Over the past 20 years, annual food price changes, as measured
by the Consumer Price Index (CPI), have averaged 3 percent per
year. Meanwhile, food prices for the same item can vary by more
than 10 percent from one type of store to another in a given
year. The CPI measure of food price inflation is based on a
sample of food items selected from a sample of retail food outlets,
and the selection of stores has not been updated quickly enough
to reflect the volume of food now sold through big-box stores.
Since the current CPI for food does not fully account for the
lower prices offered by these nontraditional retailers, including
prices from all store formats would likely indicate a lower
rate of price inflation than the CPI estimate.
What Did the Study Find?
Previous studies have demonstrated that food prices at nontraditional
retailers are 8-27 percent lower than at large supermarket chains.
However, these comparisons across store formats did not account
for quality or package size differences for some food products.
To address these concerns, comparisons in this report are for
similar package sizes and more specifically defined food items:
namely, dairy products and eggs.
Even when controlling for similar-sized packages, dairy prices
are 5 to 25 percent lower at nontraditional retailers than at
traditional supermarkets. For example, skim and low-fat milk
prices are consistently 5-12 percent lower at nontraditional
stores. Even more price variation exists in random-weight cheese
products; a pound of Swiss cheese averaged $4.71 at grocery
stores in 2003, but just $3.77 at nontraditional retailers and
mass merchandisers.
Since food-at-home inflation averaged 2.2 percent per year
over 1998-2003, a discrepancy of 5-25 percent in price between
store formats is relatively large. If the difference in food
prices across store formats applies to many food categories,
the official estimates of price changes might be overstating
the actual rate of change. If that is the case, another way
to estimate price change might be to track consumer purchase
behavior and adjust observed price changes in a given category.
This could be accomplished using an expenditure-weighted measure
of price change, with frequently updated measures from scanner
data sources.
How Was the Study Conducted?
This study uses ACNielsen Fresh Foods Homescan scanner panel
data for 1998-2003. The annual data are from a consumer panel
consisting of about 8,000 representative households across the
United States; the data included purchase as well as demographic
information. Panelists recorded both their UPC-coded transactions
and their random-weight (non- UPC) food purchases over the year(s)

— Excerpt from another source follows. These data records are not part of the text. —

[[appliance]]
id = "water_heater"
template = "water_heater"

[[appliance]]
id = "fridge"
template = "fridge"

[[appliance]]
id = "dishwasher"
template = "dishwasher"
wiring = "L2-N"

[[appliance]]
id = "microwave"
template = "microwave"

[[appliance]]
id = "kettle"
template = "kettle"
wiring = "L2-N"

[[appliance]]
id = "lights"
template = "led_lighting"
"""

OWN_HOMES = {"cottage": COTTAGE, "flat3p": FLAT_3P, "workshop": WORKSHOP, "condo208": SMALL_208,
             "flat1p-eu": FLAT_1P_EU, "ranch-hp": RANCH_HP}
INTERVALS = {"1s": ("1 s", "2 d"), "10s": ("10 s", "4 d"), "1min-p": ("1 min", "7 d")}
# How the data reaches the audit: the dataset folder; a monitor's export of
# real power and voltage per line in CSV with naive local times (read in the
# declaration's time zone); real power only, in Parquet with zoned times or
# in CSV with naive local times. No manifest in an export.
EXPORTS = {"1s": ["dataset"], "10s": ["dataset", "dataset", "csv-naive-pv"],
           "1min-p": ["parquet-p", "csv-naive-p"]}
METERING = ["reversed-ct", "ct-on-other-conductor", "cts-exchanged", "channels-exchanged", "no-ct"]
WIRING = ["wrong-line", "declared-ln-seen-ll", "declared-ll-seen-ln", "wrong-connection"]
EXERCISED = 6  # state changes in the truth before a mistake counts as shown


def homes():
    """Every home: the demo scenarios as they are now (the solar bungalow
    with its rooftop PV and battery among them, declared with its `[pv]`
    and `[battery]`), and the ones above."""
    out = {p.stem: p.read_text() for p in sorted((ROOT / "scenarios").glob("*.toml"))}
    out.update(OWN_HOMES)
    return out


# ---- reading a home (our own reading, not the simulator's) -----------------

UNITS = {"W": 1.0, "kW": 1e3, "MW": 1e6}


def watts(s):
    v, u = s.split()
    return float(v) * UNITS[u]


def template(name):
    p = LIBRARY / f"{name}.toml"
    return tomllib.loads(p.read_text())["appliance"] if p.exists() else {}


def appliances(text):
    """Per appliance: its wiring, nameplate power, pf, rated voltage, whether
    all its draws share the appliance's wiring (it can be moved whole), its
    template, and its elements: every draw of 500 W or more with its wiring
    and the power it draws on this supply (a rated draw scales with the square
    of the voltage it gets, Ohm's law)."""
    doc = tomllib.loads(text)
    supply = doc["home"]["supply"]
    volts = watts_of_volts(doc["home"].get("voltage", "230 V" if supply != "split-phase" else "120 V"))
    out = []
    for a in doc.get("appliance", []):
        t = dict(template(a["template"])) if "template" in a else {}
        if "states" in a or "phases" in a:
            t.pop("states", None)
            t.pop("phases", None)
        t.update(a)
        wiring = t.get("wiring", "L1-N")
        best, movable, elements = (0.0, 1.0, None, wiring), True, set()
        for st in t.get("states", []) + t.get("phases", []):
            draws = st.get("draws", [st])
            p = sum(watts(d["power"]) for d in draws if "power" in d)
            if any("wiring" in d and d["wiring"] != wiring for d in draws):
                movable = False
            for d in draws:
                if "power" in d and watts(d["power"]) >= 500:
                    w = d.get("wiring", wiring)
                    elements.add((round(drawn(watts(d["power"]), d.get("rated"), w, supply, volts)), w))
            if p > best[0]:
                main = max(draws, key=lambda d: watts(d.get("power", "0 W")))
                best = (p, main.get("pf", 1.0), main.get("rated"), main.get("wiring", wiring))
        out.append({
            "id": a["id"], "wiring": wiring, "power_w": best[0], "pf": best[1],
            "rated": best[2], "main_wiring": best[3], "movable": movable,
            "switches": t.get("behaviour") in ("cycle", "program", "markov", "thermostat", "modulating"),
            "supply": supply, "template": a.get("template"),
            "drawn_w": drawn(best[0], best[2], best[3], supply, volts),
            "elements": sorted(elements),
        })
    return out


def watts_of_volts(s):
    v, u = s.split()
    return float(v) * {"V": 1.0, "kV": 1e3}[u]


def drawn(p, rated, wiring, supply, volts):
    """The power a draw of nameplate `p` (at `rated`, else at its
    connection's nominal voltage) takes on this supply: P (V / V_rated)²
    for a resistive element (Ohm's law); line to line is 2 V on a
    split-phase supply and √3 V on a three-phase one."""
    if not rated:
        return p
    v = volts
    if wiring == "3P" or "N" not in wiring:
        v = volts * (2.0 if supply == "split-phase" else 3 ** 0.5)
    return p * (v / watts_of_volts(rated)) ** 2


def lines_of(supply):
    return {"three-phase": ["L1", "L2", "L3"], "single-phase": ["L1"]}.get(supply, ["L1", "L2"])


def kind_of_wiring(w):
    return "3p" if w == "3P" else ("ll" if "N" not in w else "ln")


# ---- editing scenario text --------------------------------------------------

def set_key(text, section, key, value):
    """Sets `key = value` in the top-level `[section]` of a scenario text."""
    lines = text.split("\n")
    start = lines.index(f"[{section}]")
    end = next((i for i in range(start + 1, len(lines)) if lines[i].startswith("[")), len(lines))
    for i in range(start + 1, end):
        if re.match(rf"{key}\s*=", lines[i]):
            lines[i] = f"{key} = {value}"
            return "\n".join(lines)
    lines.insert(start + 1, f"{key} = {value}")
    return "\n".join(lines)


def blocks(text):
    """The text before the first appliance, and each `[[appliance]]` block."""
    parts = re.split(r"(?m)^(?=\[\[appliance\]\]\s*$)", text)
    return parts[0], parts[1:]


def block_id(block):
    return re.search(r'(?m)^id\s*=\s*"([^"]+)"', block).group(1)


def set_wiring(text, app_id, wiring):
    """The appliance's own wiring line (before any sub-table) set to `wiring`."""
    head, bs = blocks(text)
    out = []
    for b in bs:
        if block_id(b) == app_id:
            cut = re.search(r"(?m)^\[\[appliance\.", b)
            top, rest = (b[: cut.start()], b[cut.start():]) if cut else (b, "")
            if re.search(r"(?m)^wiring\s*=", top):
                top = re.sub(r'(?m)^wiring\s*=\s*"[^"]*"', f'wiring = "{wiring}"', top)
            else:
                top = re.sub(r'(?m)^(id\s*=.*)$', rf'\1\nwiring = "{wiring}"', top, count=1)
            b = top + rest
        out.append(b)
    return head + "".join(out)


def header_only(text):
    head, _ = blocks(text)
    head = re.sub(r"(?ms)^\[faults\].*?(?=^\[|\Z)", "", head)
    return head


def short_entry(a, wiring=None):
    w = wiring or a["main_wiring"]
    s = f'[[appliance]]\nid = "{a["id"]}"\npower = "{a["power_w"]:.0f} W"\nwiring = "{w}"\n'
    if a["pf"] < 1.0:
        s += f"pf = {a['pf']}\n"
    if a["rated"]:
        s += f'rated = "{a["rated"]}"\n'
    return s + "\n"


# ---- a case -----------------------------------------------------------------

def other_line(rng, lines, not_in):
    return rng.choice([l for l in lines if l not in not_in])


def pick_metering(rng, kind, lines):
    """A metering mistake: the channels it names (`subject`) and the
    conductors whose load the data needs to show it (`lines`)."""
    n = len(lines)
    if n < 2 and kind not in ("reversed-ct", "no-ct"):
        return None  # one line: no other conductor or channel to mix it up with
    a, b = rng.sample(range(n), 2) if n > 1 else (0, 0)
    ch = lambda c: f"l{c + 1}"
    if kind == "reversed-ct":
        return {"kind": kind, "subject": {ch(a)}, "lines": [lines[a]], "faults": f'ct = [ {{ conductor = "{lines[a]}", reversed = true }} ]'}
    if kind == "ct-on-other-conductor":
        # On a split-phase supply both CTs then sit on one leg (V2 = -V1: the
        # channel reads that leg's power negated), a mistake of its own.
        return {"kind": kind, "subject": {ch(a)}, "lines": [lines[a], lines[b]], "faults": f'ct = [ {{ conductor = "{lines[a]}", on = "{lines[b]}" }} ]'}
    if kind == "cts-exchanged":
        return {"kind": kind, "subject": {ch(a), ch(b)}, "lines": [lines[a], lines[b]], "faults": f'ct = [ {{ conductor = "{lines[a]}", on = "{lines[b]}" }}, {{ conductor = "{lines[b]}", on = "{lines[a]}" }} ]'}
    if kind == "channels-exchanged":
        return {"kind": kind, "subject": {ch(a), ch(b)}, "lines": [lines[a], lines[b]], "faults": f'swap = ["{lines[a]}", "{lines[b]}"]'}
    return {"kind": kind, "subject": {ch(a)}, "lines": [lines[a]], "faults": f'no_ct = "{lines[a]}"'}


def pick_undeclared(rng, big, apps, lines):
    """A recurring load nobody declared: the size of a declared appliance
    (within 3 %, as drawn on this supply) on another line or on the same
    connection; the size of one element of a multi-draw appliance on that
    element's connection; or any size from 600 W to 4 kW."""
    if not big:
        return None
    parts = [(p, w) for a in apps if len(a["elements"]) > 1 or not a["movable"] for p, w in a["elements"]]
    u = rng.random()
    if parts and u < 0.2:
        p, w = rng.choice(parts)
        return {"kind": "undeclared-load", "subject": "extra_load", "wiring": w, "power_w": p * rng.uniform(0.97, 1.03), "like": "element"}
    like = rng.choice(big)
    p = like["drawn_w"] * rng.uniform(0.97, 1.03)
    ln = kind_of_wiring(like["wiring"]) == "ln"
    same = len(lines) == 1 or (ln and rng.random() < 0.3)
    if same:
        w = like["wiring"]
    elif ln:
        w = f'{other_line(rng, lines, [like["wiring"][:2]])}-N'
    else:
        w = f"{other_line(rng, lines, [])}-N"
    how = "same connection" if same else "other line"
    if rng.random() < 0.3:
        p, how = rng.uniform(600, 4000), "any size"
    return {"kind": "undeclared-load", "subject": "extra_load", "wiring": w, "power_w": p, "like": how}


def pick_mistake(rng, kind, apps, lines):
    """A mistake of `kind` on this home, or None when the home has no subject."""
    if kind in METERING:
        return pick_metering(rng, kind, lines)
    big = [a for a in apps if a["movable"] and a["switches"] and a["power_w"] >= 500]
    if kind == "undeclared-load":
        return pick_undeclared(rng, big, apps, lines)
    several = len(lines) > 1
    pools = {
        "wrong-line": [a for a in big if kind_of_wiring(a["wiring"]) == "ln" and several],
        "declared-ln-seen-ll": [a for a in big if kind_of_wiring(a["wiring"]) == "ll"],
        "declared-ll-seen-ln": [a for a in big if kind_of_wiring(a["wiring"]) == "ln" and several],
        "wrong-connection": [a for a in big if kind_of_wiring(a["wiring"]) == "3p"],
    }
    if not pools[kind]:
        return None
    a = rng.choice(pools[kind])
    w = a["wiring"]
    if kind == "wrong-line":
        decl = f"{other_line(rng, lines, [w[:2]])}-N"
    elif kind == "declared-ln-seen-ll":
        decl = f"{rng.choice(w.split('-'))}-N"
    elif kind == "declared-ll-seen-ln":
        decl = f"{w[:2]}-{other_line(rng, lines, [w[:2]])}"
    else:
        decl = f"{rng.choice(lines)}-N"
    return {"kind": kind, "subject": a["id"], "truth": w, "declared": decl}


def make_case(i, seed):
    """Case i of a run: home, interval, declaration style and mistakes."""
    rng = random.Random(f"{seed}-{i}")
    all_homes = homes()
    name = rng.choice(sorted(all_homes))
    text = all_homes[name]
    apps = appliances(text)
    lines = lines_of(apps[0]["supply"])
    interval = rng.choice(sorted(INTERVALS))
    style = rng.choice(["complete", "complete", "templates", "short", "partial"])
    export = rng.choice(EXPORTS[interval])
    r = rng.random()
    mistakes = []
    if r >= 0.2:
        pool = METERING + WIRING + ["undeclared-load"] * 2 + ["wrong-connection"]
        count = 2 if r > 0.85 else 1
        tries = 0
        while len(mistakes) < count and tries < 40:
            tries += 1
            k = rng.choice(pool)
            if any(m["kind"] in METERING for m in mistakes) and k in METERING:
                continue
            m = pick_mistake(rng, k, apps, lines)
            if m and not any(m.get("subject") == x.get("subject") for x in mistakes):
                mistakes.append(m)
    return {"i": i, "home": name, "interval": interval, "style": style, "export": export,
            "mistakes": mistakes, "seed": rng.randrange(1, 10_000)}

that they participate in the survey.
Average prices were calculated for a wide variety of dairy
products (24 fixed-weight and 8 random-weight) commonly purchased
at both traditional and nontraditional stores. The average prices
were calculated by taking the total weighted expenditures for
a given product and dividing by the total weighted quantity
that was purchased. These average prices were then weighted
using the projection factors for each household in the sample
to arrive at a national average in each food category. The average
prices were then used to calculate an average annual price change
for each food category to compare with price change in the corresponding
CPI categories.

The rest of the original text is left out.